If you have a Cumulus database in Athena already, you can easily point at that during study development.

But it may also be faster or easier to work with local files, where you can add edge cases. Cumulus Library has an optional database backend driven by local ndjson just for that!

Set up your ndjson

You can grab fake Synthea data or use the result of actual bulk-export results from your EHR.

Run your study on the local ndjson

Now you can run Cumulus Library but point it at the ndjson folder with the --db-type=duckdb and --load-ndjson-dir=DIR flags. For example:

cumulus-library build \
  --db-type duckdb \
  --load-ndjson-dir local_dir/ndjson/ \
  --database local_dir/duck.db \
  --target my_study

Adding edge cases

Not only is this faster than talking to Athena, but you can edit the local ndjson to add interest edge cases that you want your SQL to be able to handle.

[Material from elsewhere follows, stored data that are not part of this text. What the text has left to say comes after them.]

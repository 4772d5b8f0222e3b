import Fraction from "fraction.js";
import { describe, expect, test } from "vitest";
import { barLength, buildDrill, defaultTempo, leadOf, makeContext, restSlot, sonoritySlot, writtenPieces } from "./build";
import { estimateFingering } from "./fingering";
import { generateThumbPairs, thumbPairsOptions } from "./families/thumb-pairs";
import { generateScaleRhythm, scaleRhythmOptions } from "./families/scale-rhythm";
import { pitchFromName } from "./spell";
import { makePassage } from "./test-passages";
import type { Drill } from "./types";

const q = (n: number, d = 1) => new Fraction(n, d);
const note = (name: string, dur: Fraction) => ({ duration: dur, notes: [{ pitch: pitchFromName(name) }] });
const spec = { family: "test", variant: "v", title: "T", teacherNote: "why", studentNote: "how" };

/** Every staff of every bar sums to the bar length (MusicXML 4.0 <time>: beats × 4 / beat-type quarters). */
function expectFullBars(d: Drill) {
  for (const m of d.score.measures) {
    for (let staff = 1; staff <= d.score.parts[0].staves; staff++) {
      const sum = d.score.events
        .filter((e) => e.measure === m.index && e.staff === staff && !e.chord)
        .reduce((s, e) => s.add(e.duration), q(0));
      expect(sum.toFraction(), `bar ${m.number} staff ${staff}`).toBe(barLength(m.time).toFraction());
    }
  }
}

describe("writtenPieces", () => {
  test("note values and dots (MusicXML <type>/<dot>)", () => {
    expect(writtenPieces(q(3, 2)).map((p) => [p.written.type, p.written.dots])).toEqual([["quarter", 1]]);
    expect(writtenPieces(q(7, 4)).map((p) => [p.written.type, p.written.dots])).toEqual([["quarter", 2]]);
    expect(writtenPieces(q(5, 4)).map((p) => p.written.type)).toEqual(["quarter", "16th"]);
    expect(writtenPieces(q(3)).map((p) => [p.written.type, p.written.dots])).toEqual([["half", 1]]);
  });
  test("triplet eighth: sounds 1/3 quarter, written as an eighth with 3:2 (MusicXML <time-modification>)", () => {
    const [p] = writtenPieces(q(1, 3), { actual: 3, normal: 2 });
    expect(p.written).toEqual({ type: "eighth", dots: 0, tuplet: { actual: 3, normal: 2 } });
    expect(p.duration.toFraction()).toBe("1/3");
  });
});

describe("buildDrill", () => {
  test("a note across the barline is split and tied; the last bar is completed with rests", () => {
    const p = makePassage({ right: "C4/4" });
    const d = buildDrill(p, { ...spec, segments: [{ right: [note("E4", q(3)), note("G4", q(2))] }] }, makeContext());
    expectFullBars(d);
    const g = d.score.events.filter((e) => e.pitch?.midi === 67);
    expect(g.map((e) => [e.onset.toFraction(), e.duration.toFraction(), e.tie])).toEqual([
      ["3", "1", "start"],
      ["4", "1", "stop"],
    ]);
    const rests = d.score.events.filter((e) => !e.pitch && e.measure === 1);
    expect(rests.reduce((s, e) => s.add(e.duration), q(0)).toFraction()).toBe("3");
    expect(d.score.measures).toHaveLength(2);
  });

  test("source fingering is kept and marked as from the score; clefs follow the range", () => {
    const p = makePassage({ right: "C5/4@1 E5/4@3", left: "C3/2@5" });
    const d = buildDrill(p, { ...spec, segments: [{ right: p.sonorities.right.map((s) => sonoritySlot(s)), left: p.sonorities.left.map((s) => sonoritySlot(s)) }] }, makeContext());
    expectFullBars(d);
    const e5 = d.score.events.find((e) => e.pitch?.midi === 76)!;
    expect(e5.fingering?.[0].finger).toBe(3);
    expect(d.fingeringSource[e5.id]).toBe("score");
    expect(e5.staff).toBe(1);
    expect(d.score.events.find((e) => e.pitch?.midi === 48)!.staff).toBe(2);
    expect(d.score.measures[0].clefs).toEqual([{ staff: 1, sign: "G", line: 2 }, { staff: 2, sign: "F", line: 4 }]);
    expect(d.hands).toBe("both");
  });

  test("unfingered notes get an estimated finger 1–5, marked estimated; written ones stay", () => {
    const p = makePassage({ right: "C4/8@1 D4/8 E4/8 F4/8 G4/2" });
    const d = buildDrill(p, { ...spec, segments: [{ right: p.sonorities.right.map((s) => sonoritySlot(s)) }] }, makeContext());
    const notes = d.score.events.filter((e) => e.pitch);
    expect(d.fingeringSource[notes[0].id]).toBe("score");
    expect(notes[0].fingering?.[0].finger).toBe(1);
    for (const n of notes.slice(1)) {
      expect(d.fingeringSource[n.id]).toBe("estimated");
      expect(n.fingering?.[0].finger).toBeGreaterThanOrEqual(1);
      expect(n.fingering?.[0].finger).toBeLessThanOrEqual(5);
    }
  });

  test("a left-hand drill sits on one staff, in treble clef when it lies high", () => {
    const p = makePassage({ left: "C6/4 D6/4" });
    const d = buildDrill(p, { ...spec, segments: [{ left: p.sonorities.left.map((s) => sonoritySlot(s)) }] }, makeContext());
    expect(d.score.parts[0].staves).toBe(1);
    expect(d.score.measures[0].clefs[0].sign).toBe("G");
  });

  test("span: a tenth is over the default comfortable span (FACTS.md §1: 10th = 212.3 mm), an octave is not", () => {
    const p = makePassage({ right: "C4/4" });
    const tenth = buildDrill(p, { ...spec, segments: [{ right: [{ duration: q(4), notes: [{ pitch: pitchFromName("C4") }, { pitch: pitchFromName("E5") }] }] }] }, makeContext());
    expect(tenth.maxSpan.right?.semitones).toBe(16);
    expect(tenth.maxSpan.right?.mm).toBeCloseTo(212.3, 1);
    expect(tenth.warnings.map((w) => w.code)).toContain("span");
    const octave = buildDrill(p, { ...spec, segments: [{ right: [{ duration: q(4), notes: [{ pitch: pitchFromName("C4") }, { pitch: pitchFromName("C5") }] }] }] }, makeContext());
    expect(octave.warnings.map((w) => w.code)).not.toContain("span");
  });

  test("notes outside A0–C8 (FACTS.md §1: MIDI 21–108) give a range warning", () => {
    const p = makePassage({ right: "C4/4" });
    const d = buildDrill(p, { ...spec, segments: [{ right: [note("D8", q(1))] }] }, makeContext());
    expect(d.warnings.map((w) => w.code)).toContain("range");
  });

  test("segments start on new bars and carry metronome marks; a pickup keeps its place", () => {
    const p = makePassage({ right: "G4/4 C5/1", pickup: q(1) });
    expect(leadOf(p).toFraction()).toBe("3");
    const slots = p.sonorities.right.map((s) => sonoritySlot(s));
    const d = buildDrill(p, { ...spec, segments: [{ right: slots, lead: leadOf(p), tempo: 60 }, { right: slots, lead: leadOf(p), tempo: 80 }] }, makeContext());
    expectFullBars(d);
    expect(d.score.measures.map((m) => m.tempo)).toEqual([60, undefined, 80, undefined]);
    expect(d.score.events.filter((e) => e.pitch?.midi === 67).map((e) => e.onset.toFraction())).toEqual(["3", "11"]);
  });

  test("tempo defaults: the score's mark as target, 60 % to start (common practice)", () => {
    expect(defaultTempo(makePassage({ right: "C4/4", tempo: 100 }))).toEqual({ start: 60, target: 100 });
    expect(defaultTempo(makePassage({ right: "C4/4" })).target).toBe(80);
    expect(restSlot(q(1, 2)).notes).toEqual([]);
  });
});

describe("fingering carried from the passage", () => {
  test("a drill that plays the passage as written is fingered as the passage's own estimate", () => {
    const p = makePassage({ right: "E4/8 F4/8 G4/8 A4/8 B4/8 C5/8 D5/8 E5/8" });
    const slots = p.sonorities.right.map((s) => sonoritySlot(s));
    const d = buildDrill(p, { ...spec, segments: [{ right: slots }, { right: slots }] }, makeContext());
    const own = estimateFingering(p.events, "right", { keyOf: () => p.key }).fingers; // the passage estimate knows its key
    const drillFingers = d.score.events.filter((e) => e.pitch).map((e) => e.fingering?.[0]?.finger);
    expect(drillFingers).toEqual([...own, ...own]);
  });
});

describe("fingering sources", () => {
  test("a fingering the drill prescribes is marked drill; the score's stays score; the rest estimated", () => {
    const p = makePassage({ right: "C4/8@1 D4/8 E4/8 F4/8 G4/2" });
    const prescribed = { pitch: pitchFromName("A4"), fingering: [{ finger: 4 }] };
    const slots = [...p.sonorities.right.map((s) => sonoritySlot(s)), { duration: q(1), notes: [prescribed] }];
    const d = buildDrill(p, { ...spec, segments: [{ right: slots }] }, makeContext());
    const notes = d.score.events.filter((e) => e.pitch);
    expect(notes.map((n) => d.fingeringSource[n.id])).toEqual(["score", "estimated", "estimated", "estimated", "estimated", "drill"]);
    expect(notes[5].fingering).toEqual([{ finger: 4 }]);
    expect(notes[5].fingeringSource).toBe("drill");
  });

  test("thumb-pairs and scale-rhythm fingerings are the drill's own, never the score's", () => {
    const p = makePassage({ right: "E4/4@3 G4/4 C5/4 G4/4" });
    for (const d of [
      ...generateThumbPairs(p, thumbPairsOptions.parse({}), makeContext()).drills,
      ...generateScaleRhythm(p, scaleRhythmOptions.parse({}), makeContext()).drills,
    ]) {
      const sources = d.score.events.filter((e) => e.pitch && e.tie !== "stop" && e.tie !== "continue").map((e) => d.fingeringSource[e.id]);
      expect(sources, `${d.family}/${d.variant}`).not.toContain("score");
      if (d.family === "thumb-pairs") expect(new Set(sources), d.variant).toEqual(new Set(["drill"]));
      else expect(sources, d.variant).toContain("drill");
    }
  });
});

We use this feature in the library and our studies for automated unit testing.

Sharing studies

If you want to share your study as an official Cumulus study, please let us know via the discussion forum - we can talk more about what makes sense for your use case.

If you write a paper using the Cumulus library, please cite the project

Snapshotting/archiving studies

If you need to freeze a study at a specific point in time (like if you’re working on a publication), you can create an archive of that study using the archive command in the Cumulus library CLI. Just be aware that this archive may contain sensitive data, and so make sure your store the archive someplace that complies with your organization’s security policies.